However, these experiences may not be representative of these arts across the board.  If you have worked with and taught some of these instructors, then you have managed to develop some kind of relationship with them.  They may like and respect you and what you have to offer, and are open minded and interested in learning some kenpo.  I think in your case, perhaps you have developed a situation that is beneficial for all involved.  But I think this is the only way it can be done: one-on-one, like you have done it.  When people get to know and respect each other, they are more open to learning from each other.  Barriers and ego gets lowered and minds open up.  

But I think your situation and experiences with these other schools is unlikely to be the norm.  Probably most other schools don't perceive a deficiency in their system (whether a deficiency exists in truth, or not).  They may cross train with other schools that are convenient and close, and are or are not kenpo schools, since cross training is common.  But again, I don't think the program, as presented by WKKA, would be successful on a broad scale, for the reasons I have listed earlier.  I really doubt that some random instructor from some random, non-kenpo system, is going to see that advertisement on that website, pick up the phone and make a call to sign up.  Unless a connection with a specific kenpo instructor is made in some other way, I just don't see this happening.

I guess I am trying to keep the discussion centered more around the WKKA program, since that is the topic of the thread.


----------



## arnisador (Jan 17, 2006)

I remember being at a martial arts summer camp for Modern Arnis in Lansing, Michigan one summer. A Kenpo brown belt was telling Mr. Hartman and me about how great Kenpo was. She explained that, unlike in other arts, every move in Kenpo was scientifically designed for effectiveness and every move was understood and important. We asked her to demonstrate a form. She did. Afterward I asked her why she made a certain move (left arm is out from a punch, right arm goes beneath it with one finger pointing up, others bent, and rests alongside the tricep). She said, "I don't know; we just do it." She had memorized the spiel but obviously hadn't thought about it. In fact, I don't think the contradictiuon even registered for her. I knew one interpretation of the move from a Kung Fu teacher...who didn't regard it as a fighting technique.

At my first tournament I fought a slightly higher-ranked Kenpoist who had been studying longer than I had. I beat him 3-0 on two roundhouse kicks and a reverse punch. Afterwards he came up to me...to explain that, according to Kenpo principles, I was doing the roundhouse kick incorrectly. I told him I was studying Karate, but he still insisted that the kick was wrong. I didn't point out that it was good enough to score on him twice, unanswered. I'll spare everyone the story of another Kenpo brown belt 'teaching' me how to hold an arnis stick at an arnis camp at which I was an instructor. She even used Ed Parker's name in explaining to me what I was doing wrong. Let's just say that I, uh, disagreed with her analysis.

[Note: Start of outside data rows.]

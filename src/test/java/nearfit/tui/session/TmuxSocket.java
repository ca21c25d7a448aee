package nearfit.tui.session;

import java.util.ArrayList;
import java.util.List;

/**
 * tmux command lines on a server of the session's own ({@code -L NAME}): tests that share the
 * default server raced when one test's last session ended it while another started a session
 * ("server exited unexpectedly"), also between two builds on one machine.
 */
public final class TmuxSocket {
    private TmuxSocket() {
    }

    /** {@code tmux -L SESSION ARGS...}, the socket named after the session that the args name. */
    public static List<String> command(String... args) {
        String session = null;
        for (int i = 0; i + 1 < args.length; i++) {
            if (args[i].equals("-t") || args[i].equals("-s")) {
                session = args[i + 1];
                break;
            }
        }
        if (session == null) {
            throw new IllegalArgumentException("no -t or -s session in " + String.join(" ", args));
        }
        List<String> cmd = new ArrayList<>(List.of("tmux", "-L", session));
        cmd.addAll(List.of(args));
        return cmd;
    }
}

I could go on at great length. Every art has its share of poor performers and outright nutcases, but it somehow seems to be a requirement for all the Kenpo nutcases to track me down and show me their stuff. So, I have more Kenpo horror stories than I have from any other single art. (The ones above aren't even horror stories, in fact.) The point is that the comments made about the TMA people not knowing their art and its applications could be told about Kenpoists in other circumstances. Competent instructors know their material, know how to use it, and know its limits; but, not every instructor is competent. It sounds like *Seabrook* may have the kind of luck with Karateka that I've had with Kenpoists...a disproportionate number of bozos. That's how the bell curve works.

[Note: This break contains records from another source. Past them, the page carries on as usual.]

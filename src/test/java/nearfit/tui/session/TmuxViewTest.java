package nearfit.tui.session;

import static org.junit.jupiter.api.Assertions.assertEquals;
import static org.junit.jupiter.api.Assertions.assertFalse;
import static org.junit.jupiter.api.Assertions.assertTrue;
import static org.junit.jupiter.api.Assumptions.assumeTrue;

import java.io.File;
import java.io.IOException;
import java.nio.charset.StandardCharsets;
import java.nio.file.Files;
import java.nio.file.Path;
import java.util.ArrayList;
import java.util.List;
import java.util.Locale;
import java.util.UUID;
import java.util.concurrent.TimeUnit;
import java.util.function.Predicate;

import org.junit.jupiter.api.Test;
import org.junit.jupiter.api.io.TempDir;

import nearfit.tui.keys.KeyTable;

/**
 * End to end in a real terminal: {@code nearfit view} inside a detached tmux session of 120x40, driven with
 * send-keys and read with capture-pane. Builds nothing: it runs the classes the test run already has.
 */
public class TmuxViewTest {
    private static final long WAIT_MILLIS = 60_000;

    @Test
    void viewDrawsBrailleFollowsKeysRedrawsOnResizeAndQuitsCleanly(@TempDir Path dir) throws Exception {
        String session = newSession(dir);
        try {
            // A script keeps the long command line off the screen the test reads.
            Path script = dir.resolve("run-view.sh");
            Files.writeString(script, "cd '" + dir + "'\nLANG=C.UTF-8 " + javaCommand() + " view "
                    + "small-site.csv" + "\necho NEARFIT_EXIT=$?\n", StandardCharsets.UTF_8);
            tmux("send-keys", "-t", session, "sh " + script, "Enter");
            String first = waitFor(session, s -> s.contains("k=20") && hasBraille(s), "first frame");
            assertTrue(first.contains("small-site.csv"), first);

            tmux("send-keys", "-t", session, "+");
            waitFor(session, s -> s.contains("k=30"), "k after +");

            tmux("send-keys", "-t", session, "?");
            waitFor(session, s -> s.contains(KeyTable.FLAG_MARKS.meaning()), "help after ?");
            tmux("send-keys", "-t", session, "Escape");
            waitFor(session, s -> !s.contains(KeyTable.FLAG_MARKS.meaning()), "help closed");

            tmux("send-keys", "-t", session, "F");
            waitFor(session, s -> s.contains("flagged rows:") && s.contains("residual"), "flagged table after F");
            tmux("send-keys", "-t", session, "Escape");
            waitFor(session, s -> !s.contains("flagged rows:"), "flagged table closed");

            tmux("resize-window", "-t", session, "-x", "90", "-y", "26");
            String resized = waitFor(session, s -> lines(s).size() == 26 && lines(s).get(25).startsWith("? help"),
                    "key line at the new bottom after resize");
            assertTrue(lines(resized).get(25).length() <= 90, resized);

            tmux("send-keys", "-t", session, "q");
            String after = waitFor(session, s -> s.contains("NEARFIT_EXIT="), "shell back after q");
            assertTrue(after.contains("NEARFIT_EXIT=0"), after);
            assertFalse(hasBraille(after), "the explorer's screen is gone after quit: " + after);
        } finally {
            new ProcessBuilder(TmuxSocket.command("kill-session", "-t", session)).start().waitFor(10, TimeUnit.SECONDS);
        }
    }

    @Test
    void ctrlCExits130AndSigtermExits143WithTheTerminalSettingsRestored(@TempDir Path dir) throws Exception {
        String session = newSession(dir);
        try {
            // Runs the explorer twice; each time compares the terminal settings (stty -g) before and after.
            Path script = dir.resolve("run-twice.sh");
            String run = "before=$(stty -g); LANG=C.UTF-8 " + javaCommand() + " view " + "small-site.csv"
                    + "; status=$?; [ \"$before\" = \"$(stty -g)\" ] && same=yes || same=no; "
                    + "echo \"NEARFIT_EXIT=$status SAME_TTY=$same\"\n";
            Files.writeString(script, "cd '" + dir + "'\n" + run + run, StandardCharsets.UTF_8);
            tmux("send-keys", "-t", session, "sh " + script, "Enter");
            waitFor(session, s -> s.contains("k=20") && hasBraille(s), "first frame");
            tmux("send-keys", "-t", session, "C-c");
            waitFor(session, s -> s.contains("NEARFIT_EXIT=130 SAME_TTY=yes"), "status 130 after Ctrl-C");
            waitFor(session, s -> s.contains("k=20") && hasBraille(s), "second run's first frame");
            String pid = javaPidUnder(session);
            new ProcessBuilder("kill", "-TERM", pid).start().waitFor(10, TimeUnit.SECONDS);
            waitFor(session, s -> s.contains("NEARFIT_EXIT=143 SAME_TTY=yes"), "status 143 after SIGTERM");
        } finally {
            new ProcessBuilder(TmuxSocket.command("kill-session", "-t", session)).start().waitFor(10, TimeUnit.SECONDS);
        }
    }

    /** Writes the small log into {@code dir} and opens a detached 120x40 session with a plain shell. */
    @Test
    void predictOnATerminalShowsALabelsEscapeSequenceAsTextWhileAPipeGetsTheLabelsBytes(@TempDir Path dir)
            throws Exception {
        String session = newSession(dir);
        try {
            // Turbine labels holding a colour sequence (ESC [ 3 1 m): on a terminal it would turn the text red.
            String log = smallLog().replace(",T01,", ",T\u001b[31m01,");
            Files.writeString(dir.resolve("marked.csv"), log, StandardCharsets.UTF_8);
            Path script = dir.resolve("run-predict.sh");
            String nearfit = "LANG=C.UTF-8 " + javaCommand();
            Files.writeString(script, "cd '" + dir + "'\n"
                    + nearfit + " fit marked.csv -x wind_ms -y power_kw --k 10 --group turbine -o m.nfm --quiet\n"
                    + "clear\n"
                    + nearfit + " predict m.nfm marked.csv --quiet\n"
                    + nearfit + " predict m.nfm marked.csv --quiet | grep -c \"$(printf '\\033')\\\\[31m\" "
                    + "| sed 's/^/PIPED_ESCAPES=/'\n"
                    + "echo NEARFIT_EXIT=$?\n", StandardCharsets.UTF_8);
            tmux("send-keys", "-t", session, "sh " + script, "Enter");
            String screen = waitFor(session, s -> s.contains("NEARFIT_EXIT="), "the predict runs to end");
            // On the terminal the label is shown as the file holds it, made visible: T\e[31m01.
            assertTrue(screen.contains(",T\\e[31m01,"), screen);
            // Through a pipe every T01 row keeps its bytes (375 of the 1500 rows are T01).
            assertTrue(screen.contains("PIPED_ESCAPES=375"), screen);
        } finally {
            new ProcessBuilder(TmuxSocket.command("kill-session", "-t", session)).start().waitFor(10, TimeUnit.SECONDS);
        }
    }

    private static String newSession(Path dir) throws IOException, InterruptedException {
        assumeTrue(hasTmux() || System.getenv("CI") != null, "tmux is not installed (CI installs it)");
        Files.writeString(dir.resolve("small-site.csv"), smallLog(), StandardCharsets.UTF_8);
        String session = "nearfit-view-" + UUID.randomUUID().toString().substring(0, 8);
        tmux("new-session", "-d", "-s", session, "-x", "120", "-y", "40", "bash --norc --noprofile");
        return session;
    }

    /** The java process started under the session's shell: pane shell, then sh, then java. */
    private static String javaPidUnder(String session) throws Exception {
        Process p = new ProcessBuilder(TmuxSocket.command("list-panes", "-t", session, "-F", "#{pane_pid}")).start();
        String pid = new String(p.getInputStream().readAllBytes(), StandardCharsets.UTF_8).strip();
        p.waitFor();
        for (int depth = 0; depth < 3; depth++) {
            Process c = new ProcessBuilder("ps", "-o", "pid=,comm=", "--ppid", pid).start();
            String out = new String(c.getInputStream().readAllBytes(), StandardCharsets.UTF_8).strip();
            c.waitFor();
            for (String line : out.lines().toList()) {
                String[] f = line.strip().split("\\s+");
                if (f.length == 2 && f[1].equals("java")) {
                    return f[0];
                }
            }
            if (out.isEmpty()) {
                break;
            }
            pid = out.lines().findFirst().orElseThrow().strip().split("\\s+")[0];
        }
        throw new AssertionError("no java process under the tmux pane");
    }

    /** A small log: power rising with wind, two planted outliers so that flags exist. */
    public static String smallLog() {
        StringBuilder sb = new StringBuilder("time,turbine,wind_ms,power_kw\n");
        for (int i = 0; i < 1500; i++) {
            double wind = 2 + 20.0 * ((i * 37) % 1500) / 1500;
            double power = Math.min(2000, 3 * Math.pow(Math.max(0, wind - 2), 3)) + (i % 7) * 3;
            if (i == 100 || i == 900) {
                power = 5;
            }
            sb.append(String.format(Locale.ROOT, "2026-03-%02dT%02d:%02d:00Z,T%02d,%.2f,%.1f%n", 1 + i / 144,
                    (i / 6) % 24, (i % 6) * 10, 1 + i % 4, wind, power));
        }
        return sb.toString();
    }

    private static String javaCommand() {
        String java = Path.of(System.getProperty("java.home"), "bin", "java").toString();
        Path jar = Path.of("target", "nearfit.jar").toAbsolutePath();
        Path classes = Path.of("target", "classes", "nearfit", "tui", "Explorer.class");
        try {
            // The jar only when it was built after the classes under test, never a stale one.
            if (Files.isRegularFile(jar) && Files.getLastModifiedTime(jar).compareTo(
                    Files.getLastModifiedTime(classes)) > 0) {
                return java + " -jar " + jar;
            }
        } catch (IOException e) {
            // Fall back to the class path below.
        }
        String cp = System.getProperty("surefire.test.class.path", System.getProperty("java.class.path"));
        return java + " -cp " + cp + " nearfit.cli.Main";
    }

    private static boolean hasTmux() {
        for (String dir : System.getenv().getOrDefault("PATH", "").split(File.pathSeparator)) {
            if (Files.isExecutable(Path.of(dir, "tmux"))) {
                return true;
            }
        }
        return false;
    }

    private static boolean hasBraille(String s) {
        for (int i = 0; i < s.length(); i++) {
            char c = s.charAt(i);
            if (c > '\u2800' && c <= '\u28ff') {
                return true;
            }
        }
        return false;
    }

    private static List<String> lines(String screen) {
        return new ArrayList<>(List.of(screen.split("\n", -1))).subList(0, Math.max(0, screen.split("\n", -1).length - 1));
    }

    private static String waitFor(String session, Predicate<String> ok, String what) throws Exception {
        long end = System.currentTimeMillis() + WAIT_MILLIS;
        String last = "";
        while (System.currentTimeMillis() < end) {
            last = capture(session);
            if (ok.test(last)) {
                return last;
            }
            Thread.sleep(200);
        }
        throw new AssertionError("timed out waiting for " + what + "; the pane showed:\n" + last);
    }

    private static String capture(String session) throws IOException, InterruptedException {
        Process p = new ProcessBuilder(TmuxSocket.command("capture-pane", "-p", "-t", session)).redirectErrorStream(true).start();
        String out = new String(p.getInputStream().readAllBytes(), StandardCharsets.UTF_8);
        p.waitFor(10, TimeUnit.SECONDS);
        return out;
    }

    private static void tmux(String... args) throws IOException, InterruptedException {
        List<String> cmd = TmuxSocket.command(args);
        Process p = new ProcessBuilder(cmd).redirectErrorStream(true).start();
        String out = new String(p.getInputStream().readAllBytes(), StandardCharsets.UTF_8);
        assertEquals(0, p.waitFor(), "tmux " + String.join(" ", args) + ": " + out);
    }
}
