package nearfit.tui.session;

import static org.junit.jupiter.api.Assertions.assertEquals;

import java.util.List;

import org.junit.jupiter.api.Test;

import nearfit.tui.keys.ViewState;
import nearfit.tui.results.ColumnInfo;
import nearfit.tui.results.ColumnKind;

class StartSettingsTest {
    private static final List<ColumnInfo> SITE = List.of(
            new ColumnInfo("time", ColumnKind.TIME, 0), new ColumnInfo("turbine", ColumnKind.CATEGORY, 0),
            new ColumnInfo("wind_ms", ColumnKind.NUMBER, 0), new ColumnInfo("air_temp_c", ColumnKind.NUMBER, 0),
            new ColumnInfo("power_kw", ColumnKind.NUMBER, 0), new ColumnInfo("rotor_rpm", ColumnKind.NUMBER, 0));

    @Test
    void aFileWithTheSiteColumnsOpensOnPowerAgainstWindSpeed() {
        ViewState s = new StartSettings(List.of(), null, 0).initialState(SITE, 1000);
        assertEquals("power_kw", s.response());
        assertEquals(List.of("wind_ms"), s.inputs());
    }

    @Test
    void columnsAskedOnTheCommandLineWinOverTheSiteView() {
        ViewState s = new StartSettings(List.of("air_temp_c"), "rotor_rpm", 0).initialState(SITE, 1000);
        assertEquals("rotor_rpm", s.response());
        assertEquals(List.of("air_temp_c"), s.inputs());
    }

    @Test
    void otherFilesKeepTheLastNumberAsResponseAndTheFirstAsInput() {
        List<ColumnInfo> pump = List.of(new ColumnInfo("flow_m3h", ColumnKind.NUMBER, 0),
                new ColumnInfo("speed_rpm", ColumnKind.NUMBER, 0), new ColumnInfo("head_m", ColumnKind.NUMBER, 0));
        ViewState s = new StartSettings(List.of(), null, 0).initialState(pump, 1000);
        assertEquals("head_m", s.response());
        assertEquals(List.of("flow_m3h"), s.inputs());
    }
}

I don't think most TMA floks will believe they need something like the WKKA program. I don't think most of them think they have a deficiency in this area. In grappling or weapons, maybe, but not here. That doesn't mean they're right...but in all likelihood they have in their art the tools for effective self-defense, whether they train it well or not.


----------



## Flying Crane (Jan 17, 2006)

arnisador said:
			
		

> I remember being at a martial arts summer camp for Modern Arnis in Lansing, Michigan one summer. A Kenpo brown belt was telling Mr. Hartman and me about how great Kenpo was. She explained that, unlike in other arts, every move in Kenpo was scientifically designed for effectiveness and every move was understood and important. We asked her to demonstrate a form. She did. Afterward I asked her why she made a certain move (left arm is out from a punch, right arm goes beneath it with one finger pointing up, others bent, and rests alongside the tricep). She said, "I don't know; we just do it." She had memorized the spiel but obviously hadn't thought about it. In fact, I don't think the contradictiuon even registered for her. I knew one interpretation of the move from a Kung Fu teacher...who didn't regard it as a fighting technique.
> 
> At my first tournament I fought a slightly higher-ranked Kenpoist who had been studying longer than I had. I beat him 3-0 on two roundhouse kicks and a reverse punch. Afterwards he came up to me...to explain that, according to Kenpo principles, I was doing the roundhouse kick incorrectly. I told him I was studying Karate, but he still insisted that the kick was wrong. I didn't point out that it was good enough to score on him twice, unanswered. I'll spare everyone the story of another Kenpo brown belt 'teaching' me how to hold an arnis stick at an arnis camp at which I was an instructor. She even used Ed Parker's name in explaining to me what I was doing wrong. Let's just say that I, uh, disagreed with her analysis.
> 
> ...


 
Well said, Sir.  thank you for sharing your perspective and experiences.


----------



## Ray (Jan 17, 2006)

arnisador said:
			
		

> ...but it somehow seems to be a requirement for all the Kenpo nutcases to track me down and show me their stuff.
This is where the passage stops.